Abstract:All-in-One Image Restoration (AiOIR) has advanced significantly, offering promising solutions for complex real-world degradations. However, most existing approaches rely heavily on degradation-specific representations, often resulting in oversmoothing and artifacts. To address this, we propose ClearAIR, a novel AiOIR framework inspired by Human Visual Perception (HVP) and designed with a hierarchical, coarse-to-fine restoration strategy. First, leveraging the global priority of early HVP, we employ a Multimodal Large Language Model (MLLM)-based Image Quality Assessment (IQA) model for overall evaluation.
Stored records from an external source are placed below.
@register("shapiro_range", TOPIC)
def shapiro_range(m2: Mass, gamma: Dimensionless | None = None) -> Time:
    """Range r of the Shapiro delay in a binary: the companion's mass in time units.

    Formula:   r = (1 + γ)/2 · T☉ m2 = (1 + γ)/2 · G m2 / c³
    Arguments: m2  companion mass (or GM);  gamma  PPN γ (default: the sheet's
               `ppn gamma`, else 1)
    Result:    time, in s
    Validity:  first post-Newtonian order; the pulsar's signal passes through the
               companion's weak field (the delay is −2 r ln(1 − e cos u − s[…])).
    PPN:       (1 + γ)/2: the delay of a signal passing a mass m is (1 + γ) G m / c³
               times the logarithm, as in `shapiro_delay`; general relativity gives
               r = T☉ m2. (For strongly self-gravitating bodies in a scalar-tensor
               theory the companion's effective coupling also changes; not modelled.)
    Source:    Damour & Deruelle 1986; Lorimer & Kramer 2005, eq. (8.53) (from memory: a
               book); PPN form of the delay: Will 2014, Living Rev. Relativ. 17, 4, §3.3 (from
               memory: not reachable).
    """
    c = check.speed_of_light()
    g = check.ppn(gamma, "gamma")
    return quantity((1 + g) / 2 * check.gravitational_parameter(m2, "m2") / c**3, u.s)


@register("shapiro_shape", TOPIC)
def shapiro_shape(m1: Mass, m2: Mass, Pb: Time, x: Time) -> Dimensionless:
    """Shape s = sin i of the Shapiro delay, from the masses and the projected semi-major axis.

    Formula:   s = x (Pb/2π)^(−2/3) T☉^(−1/3) M^(2/3) / m2
    Arguments: m1, m2  pulsar and companion masses (or GM);  Pb  orbital period (time);
               x  projected semi-major axis of the pulsar's orbit a1 sin i / c (time, s)
    Result:    dimensionless (sin i); above 1 the masses and x are inconsistent
    Validity:  first post-Newtonian order.
    PPN:       general relativity only.
    Source:    Damour & Deruelle 1986; Lorimer & Kramer 2005, eq. (8.54) (from memory: a book).
    """
    _, t2, tm = _times(m1, m2)
    pb = check.duration(Pb, "Pb")
    projected = check.duration(x, "x")
    s = projected * (pb / (2 * np.pi)) ** (-2 / 3) * tm ** (2 / 3) / t2
    if np.any(np.asarray(s) > 1):
        warn("s = sin i comes out above 1: these masses cannot give this projected axis x")
    return quantity(s)


def _solar_mass_unit() -> u.UnitBase:
    return unit_table(active_selection()).lookup("Msun")


@register("chirp_mass", TOPIC)
def chirp_mass(m1: Mass, m2: Mass) -> Mass:
    """Chirp mass (m1 m2)^(3/5) / (m1 + m2)^(1/5), which sets the gravitational-wave phase.

    Formula:   𝓜 = (m1 m2)^(3/5) / (m1 + m2)^(1/5)
    Arguments: m1, m2  component masses (or GM)
    Result:    mass, in Msun
    Validity:  exact definition (leading-order inspiral).
    PPN:       general relativity only.
    Source:    Peters & Mathews 1963, Phys. Rev. 131, 435; Cutler & Flanagan 1994, Phys. Rev.
               D 49, 2658 (from memory: not reachable); Abbott et al. 2016, Phys. Rev. D 93,
               122004 (read in the abstract: chirp mass ~30 Msun in the detector frame).
    """
    gm1 = check.gravitational_parameter(m1, "m1")
    gm2 = check.gravitational_parameter(m2, "m2")
    gm_chirp = (gm1 * gm2) ** 0.6 / (gm1 + gm2) ** 0.2
    gm_sun = active("GM_sun").to_value(check.GM_UNIT)
    unit = _solar_mass_unit()
    # Msun is GM☉/G, so the chirp GM over GM☉ is the chirp mass in Msun
    return quantity(gm_chirp / gm_sun, unit)
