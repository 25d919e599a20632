"""Uncertainties: first-order (linear) propagation, and Monte Carlo.

Linear propagation (GUM, JCGM 100:2008, §5.1, eqs. 10 and 13) carries with
each value its *contributions*: for every independent uncertain input i, the
sensitivity ∂y/∂x_i times the input's standard uncertainty σ_i, in y's unit.
Then σ_y² = Σ_i c_i², and shared inputs are handled exactly: in `x − x` the
two contributions of x cancel, and `x * y` with y derived from x is
correlated through the common input. Arithmetic uses exact derivative rules;
library functions are differentiated numerically (central differences along
each input's direction), so every function propagates without special code.

Monte Carlo (``--mc N``) re-evaluates the sheet with every input drawn from its
normal distribution: N samples at once, on a leading axis of the arrays, so
the evaluation is vectorised numpy; functions that cannot take sample arrays
run once per sample.

Inputs are the `±` literals of the sheet (an array with `±` is one input per
element) and, under ``constants … uncertain``, the named constants with a
published uncertainty.
"""

from __future__ import annotations

import itertools
import math
from dataclasses import dataclass, field

import astropy.units as u
import numpy as np

from ..errors import ArgumentError, DomainError
from ..physics.records import Record, RecordList
from ..physics.units import conversion_scale, quantity

#: Largest array that may carry `±` (each element is an input of its own).
MAX_UNCERTAIN_ELEMENTS = 1000


class Uncertain:
    """A nominal Quantity with its contributions {input id: ∂y/∂x_i · σ_i} (in its unit)."""

    __array_ufunc__ = None  # numpy and astropy defer to the operators below
    __slots__ = ("nominal", "parts")

    def __init__(self, nominal: u.Quantity, parts: dict[int, object]) -> None:
        self.nominal = nominal
        self.parts = parts

    @property
    def unit(self) -> u.UnitBase:
        return self.nominal.unit

    @property
    def value(self):
        return self.nominal.value

    def sigma_value(self):
        if not self.parts:
            return np.zeros_like(np.asarray(self.nominal.value, dtype=float))
        squares = sum(np.square(p) for p in self.parts.values())
        return np.sqrt(squares)

    @property
    def sigma(self) -> u.Quantity:
        return quantity(self.sigma_value(), self.nominal.unit)

    def to(self, unit: u.UnitBase) -> Uncertain:
        scale = conversion_scale(self.nominal.unit, unit)
        return Uncertain(quantity(self.nominal.value * scale, unit),
                         {k: p * scale for k, p in self.parts.items()})

    # -- arithmetic (first order)
    def __add__(self, other):
        return _add(self, other, sign=1.0)

    def __radd__(self, other):
        return _add(_lift(other), self, sign=1.0)

    def __sub__(self, other):
        return _add(self, other, sign=-1.0)

    def __rsub__(self, other):
        return _add(_lift(other), self, sign=-1.0)

    def __mul__(self, other):
        return _mul(self, other)

    def __rmul__(self, other):
        return _mul(_lift(other), self)

    def __truediv__(self, other):
        return _div(self, other)

    def __rtruediv__(self, other):
        return _div(_lift(other), self)

    def __neg__(self):
        return Uncertain(-self.nominal, {k: -p for k, p in self.parts.items()})

    def __pos__(self):
        return self

    def __pow__(self, exponent):
        return power(self, exponent)

    def __rpow__(self, base):
        return power(_lift(base), self)

    def __repr__(self) -> str:
        return f"<Uncertain {self.nominal} ± {self.sigma}>"


def _lift(x) -> Uncertain:
    if isinstance(x, Uncertain):
        return x
    if isinstance(x, u.UnitBase):
        return Uncertain(quantity(1.0, x), {})
    return Uncertain(x, {})


def _merge(a: dict, b: dict, fa, fb) -> dict:
    """Contributions fa·a + fb·b (fa, fb scalars or arrays)."""
    out = {k: fa * p for k, p in a.items()}
    for k, p in b.items():
        out[k] = out[k] + fb * p if k in out else fb * p
    return out
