/** Builds the network, picks the grid and solves every AC trace over it. */
export function solveCircuit(circuit: Circuit, options: SolveOptions = {}): { analysis: AcAnalysis | null; diagnostics: Diagnostic[] } {
  const diagnostics: Diagnostic[] = [];
  const { system, diagnostics: built } = buildMna(circuit);
  diagnostics.push(...built);
  if (!system) return { analysis: null, diagnostics };

  const rhs: SparseVector[] = [];
  // The right-hand sides of test sources (an impedance's current, a loop break's voltage), by what they test.
  const testRhs = new Map<string, number>();
  // The drive, when any trace needs it, is right-hand side 0.
  const needsDrive = circuit.traces.some((t) => isAc(t) && t.probe.kind !== 'impedance' && t.probe.kind !== 'loop-break');
  if (needsDrive && system.driveRhs) rhs.push(system.driveRhs);
  const drive = rhs.length > 0 ? 0 : -1;
  const plans: TracePlan[] = [];
  // Step and noise traces are not computed; the elaborator has said so on their lines.
  circuit.traces.forEach((spec, specIndex) => {
    if (!isAc(spec)) return;
    const reader = makeReader(spec.probe, system, rhs, testRhs, drive, circuit);
    if (typeof reader === 'string') {
      // The elaborator checked the trace's nodes, parts and drive: this is a broken invariant.
      diagnostics.push(internalError(reader, spec.range));
      plans.push({ spec, specIndex, reader: null });
      return;
    }
    plans.push({ spec, specIndex, reader });
  });
  const solver = createLinearSolver(system.n, system.rows, system.cols, options.linearSolver ?? 'auto');
  const evaluator = new Evaluator(system, solver, plans, rhs);
  const maxPoints = options.maxPoints ?? DEFAULT_MAX_POINTS;

  let frequencies: Float64Array;
  if (circuit.sweep) {
    const grid = gridFromSpec(circuit.sweep, maxPoints);
    if (grid.error !== null) {
      // The elaborator checked the sweep against the same limit: this is a broken invariant.
      diagnostics.push(internalError(grid.error));
      return { analysis: null, diagnostics };
    }
    frequencies = grid.frequencies;
  } else {
    const scan = scanFrequencies();
    const activity = new Float64Array(scan.length);
    if (plans.length > 0) {
      const values = scanValues(plans.length);
      for (let k = 0; k < scan.length; k++) {
        if (!evaluator.solveInto(scan[k], values, 0)) continue;
        activity[k] = maxActivity(scan[k], values);
      }
    }
    frequencies = defaultGrid(scan, activity, maxPoints);
  }

  const count = frequencies.length;
  const t = plans.length;
  const grid: PointValues = {
    re: new Float64Array(count * t),
    im: new Float64Array(count * t),
    dRe: new Float64Array(count * t),
    dIm: new Float64Array(count * t),
  };
  const singular: number[] = [];
  if (t > 0) {
    for (let k = 0; k < count; k++) {
      if (!evaluator.solveInto(frequencies[k], grid, k * t)) singular.push(frequencies[k]);
    }
  }
  const traces: TraceData[] = plans.map((plan, index) => {
    const re = new Float64Array(count);
    const im = new Float64Array(count);
    const dRe = new Float64Array(count);
    const dIm = new Float64Array(count);
    for (let k = 0; k < count; k++) {
      re[k] = grid.re[k * t + index];
      im[k] = grid.im[k * t + index];
      dRe[k] = grid.dRe[k * t + index];
      dIm[k] = grid.dIm[k * t + index];
    }
    const probe: TraceProbe = (f) => {
      const v = evaluator.at(f);
      return v ? { re: v.re[index], im: v.im[index], dRe: v.dRe[index], dIm: v.dIm[index] } : null;
    };
    return { plan, index, result: traceResult(plan.spec, frequencies, re, im, dRe, dIm, probe), dRe, dIm };
  });
  if (singular.length > 0) {
    const where = circuit.drive?.range ?? circuit.traces[0]?.range ?? { line: 1, column: 1, endColumn: 1 };
    diagnostics.push({
      severity: 'warning',
      line: where.line,
      column: where.column,
      endColumn: where.endColumn,
      message: `the network is singular at ${formatFrequencyList(singular)}; the traces have no value there`,
      hint: 'a loop of inductors or voltage sources, or a node left floating by capacitors, makes the equations singular at 0 Hz',
      code: 'singular',
    });
  }
  return { analysis: { frequencies, traces, evaluator, singular }, diagnostics };
}

function isAc(spec: TraceSpec): boolean {
  return spec.kind !== 'noise' && spec.kind !== 'step';
}

function makeReader(probe: Probe, sys: MnaSystem, rhs: SparseVector[], testRhs: Map<string, number>, drive: number, circuit: Circuit): Reader | string {
  const nodeOk = (k: number): boolean => Number.isInteger(k) && k >= 0 && k < circuit.nodeNames.length;
  switch (probe.kind) {
    case 'voltage':
      if (!nodeOk(probe.p) || !nodeOk(probe.n)) return 'the trace names a node that does not exist';
      if (drive < 0) return 'this trace needs a drive: add a `drive` line';
      return voltageReader(sys, drive, [probe.p, probe.n], [1, -1]);
    case 'sum':
      if (!probe.terms.every((t) => nodeOk(t.node))) return 'the trace names a node that does not exist';
      if (drive < 0) return 'this trace needs a drive: add a `drive` line';
      return voltageReader(
        sys,
        drive,
        probe.terms.map((t) => t.node),
        probe.terms.map((t) => t.factor),
      );
    case 'ratio':
      if (!nodeOk(probe.num) || !nodeOk(probe.den)) return 'the trace names a node that does not exist';
      if (probe.den === 0) return 'a ratio cannot divide by the ground voltage, which is 0';
      if (drive < 0) return 'this trace needs a drive: add a `drive` line';
      return { kind: 'ratio', rhs: drive, num: sys.nodeUnknown[probe.num], den: sys.nodeUnknown[probe.den], sign: 1 };
    case 'loop-break': {
      const row = sys.breakRows.get(probe.element);
      const el = circuit.elements.find((e) => e.name === probe.element);
      if (row === undefined || el?.kind !== 'loop-break') return `${probe.element} is not a loop break of this network`;
      const key = `break ${probe.element}`;
      let index = testRhs.get(key);
      if (index === undefined) {
        index = rhs.length;
        rhs.push({ index: Int32Array.of(row), value: Float64Array.of(1) });
        testRhs.set(key, index);
      }
      return { kind: 'ratio', rhs: index, num: sys.nodeUnknown[el.from], den: sys.nodeUnknown[el.to], sign: -1 };
    }
    case 'current': {
      const form = sys.currentForm(probe.element);
      if (!form) return `${probe.element} is not a resistor, capacitor or inductor of this network`;
      if (drive < 0) return 'this trace needs a drive: add a `drive` line';
      return { kind: 'current', rhs: drive, form };
    }
    case 'impedance': {
      if (!nodeOk(probe.p) || !nodeOk(probe.n)) return 'the trace names a node that does not exist';
      if (probe.p === probe.n) return 'an impedance needs two different nodes';
      const key = `${probe.p},${probe.n}`;
      let index = testRhs.get(key);
      if (index === undefined) {
        index = rhs.length;
        rhs.push(currentInjection(sys.nodeUnknown, probe.p, probe.n));
        testRhs.set(key, index);
      }
      return voltageReader(sys, index, [probe.p, probe.n], [1, -1]);
    }
  }
}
Unlike conventional IQA, our method integrates cross-modal understanding to more accurately characterize complex, composite degradations. Building upon this overall assessment, we then introduce a region awareness and task recognition pipeline. A semantic cross-attention, leveraging semantic guidance unit, first produces coarse semantic prompts. Guided by this regional context, a degradation-aware module implicitly captures region-specific degradation characteristics, enabling more precise local restoration. Finally, to recover fine details, we propose an internal clue reuse mechanism. It operates in a self-supervised manner to mine and leverage the intrinsic information of the image itself, substantially enhancing detail restoration. Experimental results show that ClearAIR achieves superior performance across diverse synthetic and real-world datasets.